Le phénomène Dunkelflaute accentue les tensions
Les épisodes de Dunkelflaute – ces périodes de faible vent et d'ensoleillement limité – ont mis en lumière la fragilité du système électrique européen. En novembre 2025, une semaine de conditions anticycloniques persistantes a réduit la production renouvelable allemande à 30 % de la normale, propulsant les prix spot à 145 €/MWh, voire 820 €/MWh en intraday.
Selon Wood Mackenzie, l'Europe connaît en moyenne 1,6 épisode de Dunkelflaute par an, avec une concentration marquée entre novembre et janvier. La Belgique est particulièrement exposée avec trois événements annuels en moyenne, tandis que le Portugal en est épargné grâce à son ensoleillement hivernal.
« La Dunkelflaute représente le scénario le plus défavorable pour un système électrique fondé sur les renouvelables. »
— Gerald Kaendler, Directeur Asset Management, Amprion
L'industrie européenne en difficulté
Le rapport Draghi sur la compétitivité européenne, publié en septembre 2024, avait tiré la sonnette d'alarme : les prix de l'électricité industrielle dans l'UE sont 2,5 fois plus élevés qu'aux États-Unis, et ceux du gaz 3 à 5 fois supérieurs. Un an plus tard, seules 11,2 % des 383 recommandations du rapport ont été pleinement mises en œuvre.
Les conséquences sont tangibles :
- La production industrielle en France et en Italie reste inférieure aux niveaux de 2021
- L'UE a perdu plus de 800 000 emplois manufacturiers depuis la pandémie
- La production d'acier européenne a atteint son plus bas niveau depuis 1960
- Une hausse permanente de 10 % des prix de l'électricité pourrait réduire l'emploi de 2 % dans les secteurs énergivores, selon la BCE
La France mieux positionnée grâce au nucléaire
Dans ce contexte difficile, la France tire son épingle du jeu grâce à son parc nucléaire. Les tarifs réglementés de l'électricité ont baissé de 15 % en moyenne depuis février 2025, s'établissant à 0,1952 €/kWh pour les ménages. Le prix de référence du gaz naturel reste également compétitif, les offres les plus avantageuses tournant autour de 0,0957 €/kWh.
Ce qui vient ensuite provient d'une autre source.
def _style(ax) -> None:
    ax.grid(True, color=PALETTE["grid"], linewidth=0.6)
    ax.set_axisbelow(True)
    for side in ("top", "right"):
        ax.spines[side].set_visible(False)
    for side in ("left", "bottom"):
        ax.spines[side].set_color(PALETTE["muted"])
    ax.tick_params(colors=PALETTE["ink"], labelsize=8)
    ax.xaxis.label.set_color(PALETTE["ink"])
    ax.yaxis.label.set_color(PALETTE["ink"])


def _clip_limits(values: np.ndarray, pad: float = 0.08) -> tuple[float, float]:
    v = values[np.isfinite(values)]
    if v.size == 0:
        return -1.0, 1.0
    lo, hi = float(np.min(v)), float(np.max(v))
    if hi - lo < 1e-12:
        lo, hi = lo - 1.0, hi + 1.0
    span = hi - lo
    return lo - pad * span, hi + pad * span


def draw_step(target, curves: FigureData, requirements=None, title: str | None = None) -> None:
    """Unit-step output and control effort with the requirement bounds.

    Draws the overshoot ceiling, the settling band after the settling-time
    limit, and the effort limit, where the requirements set them.
    """
    gs = target.add_gridspec(2, 1, left=0.11, right=0.97, bottom=0.13, top=0.9, hspace=0.38,
                             height_ratios=[1.35, 1.0])
    ax, ax2 = gs.subplots(sharex=True)
    for a in (ax, ax2):
        _style(a)
    t, y = curves.t, curves.y
    fv = curves.final_value
    req = requirements
    os_limit = None if req is None else req.limit("overshoot_percent")
    if fv is not None and req is not None:
        if os_limit is not None:
            ceiling = fv * (1.0 + os_limit / 100.0)
            ax.axhline(ceiling, color=PALETTE["limit"], linestyle="--", linewidth=1.0,
                       label=f"overshoot limit {os_limit:g} %")
        ts = req.limit("settling_time")
        if ts is not None:
            band = abs(fv) * req.settling_band / 100.0
            ax.fill_between([ts, t[-1]], fv - band, fv + band, color=PALETTE["band"], alpha=0.6,
                            linewidth=0, label=f"{req.settling_band:g} % band after "
                            f"{ts:g} s")
            # edges too: a narrow band hides under the response otherwise
            for edge in (fv - band, fv + band):
                ax.plot([ts, t[-1]], [edge, edge], color=PALETTE["effort"], linewidth=0.7,
                        linestyle="-", alpha=0.8)
            ax.axvline(ts, color=PALETTE["limit"], linestyle=":", linewidth=1.0)
    ax.axhline(1.0, color=PALETTE["muted"], linewidth=0.7, linestyle="-")
    ax.plot(t, y, color=PALETTE["response"], linewidth=1.5, label="output y(t)")
    lo, hi = _clip_limits(y)
    if fv is not None:
        lo, hi = min(lo, 0.0), max(hi, fv * 1.05)
        if os_limit is not None:
            hi = max(hi, fv * (1.0 + os_limit / 100.0) * 1.05)
    ax.set_ylim(lo, hi)
    ax.set_ylabel("output", fontsize=8.5)
    ax.legend(fontsize=7, loc="lower right", framealpha=0.9)
    if title:
        ax.set_title(title, fontsize=9.5, color=PALETTE["ink"], loc="left")
    if curves.u is not None:
        ax2.plot(t, curves.u, color=PALETTE["effort"], linewidth=1.4, label="effort u(t)")
        ulo, uhi = _clip_limits(curves.u)
        lim = None if req is None else req.limit("peak_control_effort")
        if lim is not None:
            ax2.axhline(lim, color=PALETTE["limit"], linestyle="--", linewidth=1.0,
                        label=f"effort limit ±{lim:g}")
            ax2.axhline(-lim, color=PALETTE["limit"], linestyle="--", linewidth=1.0)
            ulo, uhi = min(ulo, -1.1 * lim if ulo < 0 else ulo), max(uhi, 1.1 * lim)
        ax2.set_ylim(ulo, uhi)
        ax2.legend(fontsize=7, loc="upper right", framealpha=0.9)
    else:
        ax2.text(0.5, 0.5, "no effort curve: the effort to a step is an impulse",
                 transform=ax2.transAxes, ha="center", va="center", fontsize=8,
                 color=PALETTE["muted"])
    ax2.set_ylabel("effort", fontsize=8.5)
    ax2.set_xlabel("time (s)", fontsize=8.5)
    ax2.set_xlim(t[0], t[-1])


def bode_curves(w, loop, facts) -> tuple[np.ndarray, np.ndarray]:
    """Magnitude (dB) and unwrapped phase (deg) of ``L(jw)``, the phase placed near -180 deg.

    The phase is shifted by whole turns so that at the gain crossover it reads
    ``-180 + phase margin``, where the margin is read.

    Parameters
    ----------
    w : ndarray
    loop : ndarray of complex
    facts : synth.verify.frequency.LoopFrequency
        Its crossover frequency and phase margin.
    """
    with np.errstate(divide="ignore"):
        mag = 20.0 * np.log10(np.abs(loop))
    phase = np.degrees(np.unwrap(np.angle(loop)))
    shift = 0.0
    if facts.crossover_frequency is not None:
        pc = float(np.interp(math.log10(facts.crossover_frequency), np.log10(w), phase))
        shift = 360.0 * round((-180.0 + (facts.phase_margin_deg or 0.0) - pc) / 360.0)
    return mag, phase + shift


def draw_bode(target, curves: FigureData, title: str | None = None) -> None:
    """Loop magnitude (dB) and phase (deg) with the gain and phase margins marked."""
    gs = target.add_gridspec(2, 1, left=0.11, right=0.97, bottom=0.13, top=0.9, hspace=0.32)
    axm, axp = gs.subplots(sharex=True)
    for a in (axm, axp):
        _style(a)
    w, L = curves.w, curves.loop
    f = curves.facts
    mag, phase = bode_curves(w, L, f)
    axm.semilogx(w, mag, color=PALETTE["response"], linewidth=1.5, label="|L(jw)|")
    axm.axhline(0.0, color=PALETTE["muted"], linewidth=0.8)
    axp.semilogx(w, phase, color=PALETTE["phase"], linewidth=1.5, label="arg L(jw)")
    axp.axhline(-180.0, color=PALETTE["muted"], linewidth=0.8)
    pm_label = gm_label = None
    if f.crossover_frequency is not None and f.phase_margin_deg is not None:
        wc, pm = f.crossover_frequency, f.phase_margin_deg
        axm.axvline(wc, color=PALETTE["operating"], linestyle=":", linewidth=1.0)
        axp.axvline(wc, color=PALETTE["operating"], linestyle=":", linewidth=1.0)
        axp.plot([wc, wc], [-180.0, -180.0 + pm], color=PALETTE["operating"], linewidth=2.6,
                 solid_capstyle="butt")
        pm_label = f"phase margin {pm:.3g}° at {wc:.3g} rad/s"
        axp.annotate(pm_label, (wc, -180.0 + pm / 2), xytext=(6, 0), textcoords="offset points",
                     fontsize=7.5, color=PALETTE["ink"], va="center")
    wp = margin_frequency(f)
    if wp is not None:
        gm = f.gain_margin_db
        axm.axvline(wp, color=PALETTE["limit"], linestyle=":", linewidth=1.0)
        axm.plot([wp, wp], [-gm, 0.0], color=PALETTE["limit"], linewidth=2.6,
                 solid_capstyle="butt")
        gm_label = f"gain margin {gm:.3g} dB at {wp:.3g} rad/s"
        axm.annotate(gm_label, (wp, -gm / 2), xytext=(6, 0), textcoords="offset points",
                     fontsize=7.5, color=PALETTE["ink"], va="center")
    elif f.gain_margin_db is None:
        axm.text(0.99, 0.95, "no phase crossover: unbounded gain margin", ha="right", va="top",
                 transform=axm.transAxes, fontsize=7.5, color=PALETTE["muted"])
    lo, hi = _clip_limits(mag)
    axm.set_ylim(max(lo, -120.0), min(hi, 120.0))
    plo, phi_ = _clip_limits(phase)
    axp.set_ylim(max(plo, -720.0), min(phi_, 360.0))
    axm.set_ylabel("magnitude (dB)", fontsize=8.5)
    axp.set_ylabel("phase (deg)", fontsize=8.5)
    axp.set_xlabel("frequency (rad/s)", fontsize=8.5)
    axm.set_xlim(w[0], w[-1])
    if title:
        axm.set_title(title, fontsize=9.5, color=PALETTE["ink"], loc="left")
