"""Plain JSON values from synth's numeric results.

Every JSON document synth writes (design, explain, implementation) goes
through the same cleaning, so the rules live in one place: numpy scalars
become Python numbers, NaN and infinities become ``null`` (the contract's
"unbounded"), complex numbers become ``[re, im]`` pairs and a negative zero
is written as ``0.0``.
"""

from __future__ import annotations

import math
from collections.abc import Iterable
from typing import Any

import numpy as np

__all__ = ["clean", "finite_or_none", "interval_lists", "root_pairs"]


def finite_or_none(x) -> float | None:
    """``float(x)`` if it is finite, else ``None``.

    Parameters
    ----------
    x : float-like or None

    Returns
    -------
    float or None
        ``None`` for ``None``, NaN, infinities and values that are not numbers.
    """
    if x is None:
        return None
    try:
        v = float(x)
    except (TypeError, ValueError):
        return None
    if not math.isfinite(v):
        return None
    return v if v != 0 else 0.0  # no "-0" in the JSON


def clean(x: Any) -> Any:
    """JSON-safe copy of a nested value.

    Parameters
    ----------
    x : object
        Dicts, lists, tuples, numpy arrays and scalars, Python numbers,
        complex numbers, strings and ``None``, nested freely.

    Returns
    -------
    object
        Dicts with string keys, lists, bools, ints, finite floats or ``None``,
        ``[re, im]`` lists for complex numbers; anything else unchanged.
    """
    if isinstance(x, dict):
        return {str(k): clean(v) for k, v in x.items()}
    if isinstance(x, (list, tuple)):
        return [clean(v) for v in x]
    if isinstance(x, np.ndarray):
        return [clean(v) for v in x.tolist()]
    # bool before int: bool is a subclass of int
    if isinstance(x, (bool, np.bool_)):
        return bool(x)
    if isinstance(x, (int, np.integer)):
        return int(x)
    if isinstance(x, (float, np.floating)):
        return finite_or_none(x)
    if isinstance(x, (complex, np.complexfloating)):
        return [finite_or_none(x.real), finite_or_none(x.imag)]
    return x


def root_pairs(roots: Iterable, *, sort: bool = True) -> list[list[float]]:
    """Roots as ``[re, im]`` lists.

    Parameters
    ----------
    roots : iterable of complex
    sort : bool, optional
        Order by real part, then imaginary part (the default), so equal
        root sets always give equal JSON; ``False`` keeps the given order.

    Returns
    -------
    list of [float, float]
    """
    rs = [complex(r) for r in roots]
    if sort:
        rs.sort(key=lambda z: (z.real, z.imag))
    return [[float(r.real), float(r.imag)] for r in rs]


def interval_lists(ivs: Iterable) -> list[list[float | None]]:
    """Gain intervals ``(lo, hi)`` as ``[lo, hi]`` lists; an unbounded end (``None``) stays ``None``.

    Parameters
    ----------
    ivs : iterable of (float or None, float or None)

    Returns
    -------
    list of [float or None, float or None]
    """
    return [[None if a is None else float(a), None if b is None else float(b)] for a, b in ivs]
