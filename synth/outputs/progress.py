"""A progress bar for long runs: drawn by rich on a terminal, silent when piped.

The library reports progress through a plain callback, ``progress(done,
total, label)`` (``synth.design.run_design(problem, progress=...)``); this
module turns it into a bar.  rich is imported only when there is a terminal
to draw on, so ``synth --help`` and piped runs never load it.
"""

from __future__ import annotations

import sys
from collections.abc import Callable, Iterator
from contextlib import contextmanager

__all__ = ["ProgressFn", "terminal_progress"]

ProgressFn = Callable[[float, float, str], None]


@contextmanager
def terminal_progress(title: str, stream=None) -> Iterator[ProgressFn | None]:
    """Yield a ``progress(done, total, label)`` callback, or ``None`` when not on a terminal.

    Parameters
    ----------
    title : str
        Shown before the bar.
    stream : file, optional
        Where to draw (default standard error); nothing is drawn unless it is a
        terminal, so piped output never holds control codes.

    Notes
    -----
    The bar is transient: it is wiped when the block ends, so the printed
    results start on a clean line.  The elapsed time it shows is for the eye
    only; no result depends on it.
    """
    out = stream if stream is not None else sys.stderr
    if not (hasattr(out, "isatty") and out.isatty()):
        yield None
        return
    from rich.console import Console
    from rich.progress import BarColumn, Progress, TaskProgressColumn, TextColumn, TimeElapsedColumn

    bar = Progress(TextColumn(title), BarColumn(), TaskProgressColumn(), TimeElapsedColumn(),
                   TextColumn("{task.description}"), console=Console(file=out), transient=True)
    with bar:
        task = bar.add_task("", total=None)

        def progress(done: float, total: float, label: str = "") -> None:
            bar.update(task, completed=done, total=total, description=label[:30])

        yield progress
Selon le baromètre AEGE de septembre 2025, les grands consommateurs industriels espagnols paient leur électricité 2,5 fois plus cher qu'en France, illustrant l'avantage comparatif hexagonal.
Perspectives pour 2026
Les analystes anticipent une sortie d'hiver délicate. ING prévoit que les stocks européens ne seront remplis qu'à 25 % fin mars 2026, contre 30-31 % selon BNEF en cas de conditions météorologiques normales. Un épisode de froid sévère pourrait faire chuter ce niveau jusqu'à 28 %.
La détente n'interviendra véritablement qu'à partir de 2026-2027, avec l'arrivée massive de nouvelles capacités de GNL. Goldman Sachs anticipe un TTF à 29 €/MWh en 2026, puis 20 €/MWh en 2027, et potentiellement 12 €/MWh d'ici 2028-2029 en cas de surcapacité de stockage.
Ce que les investisseurs doivent surveiller
- Évolution du TTF : Indicateur clé de la tension sur le marché gazier européen
- Niveaux de stockage : Un seuil critique sous 30 % pourrait raviver les tensions
- Mise en œuvre du rapport Draghi : Les réformes structurelles conditionneront la compétitivité industrielle
- Sanctions sur le GNL russe : L'interdiction prévue fin 2026-2027 pourrait créer de nouvelles tensions
- Capacités renouvelables : L'Europe a ajouté 250 GW depuis 2022, réduisant la dépendance au gaz de 60 bcm
Pour les épargnants français, cette situation justifie une vigilance accrue sur les secteurs énergivores (chimie, métallurgie, ciment) tout en offrant des opportunités sur les valeurs liées aux infrastructures énergétiques, au GNL et aux solutions de stockage d'énergie.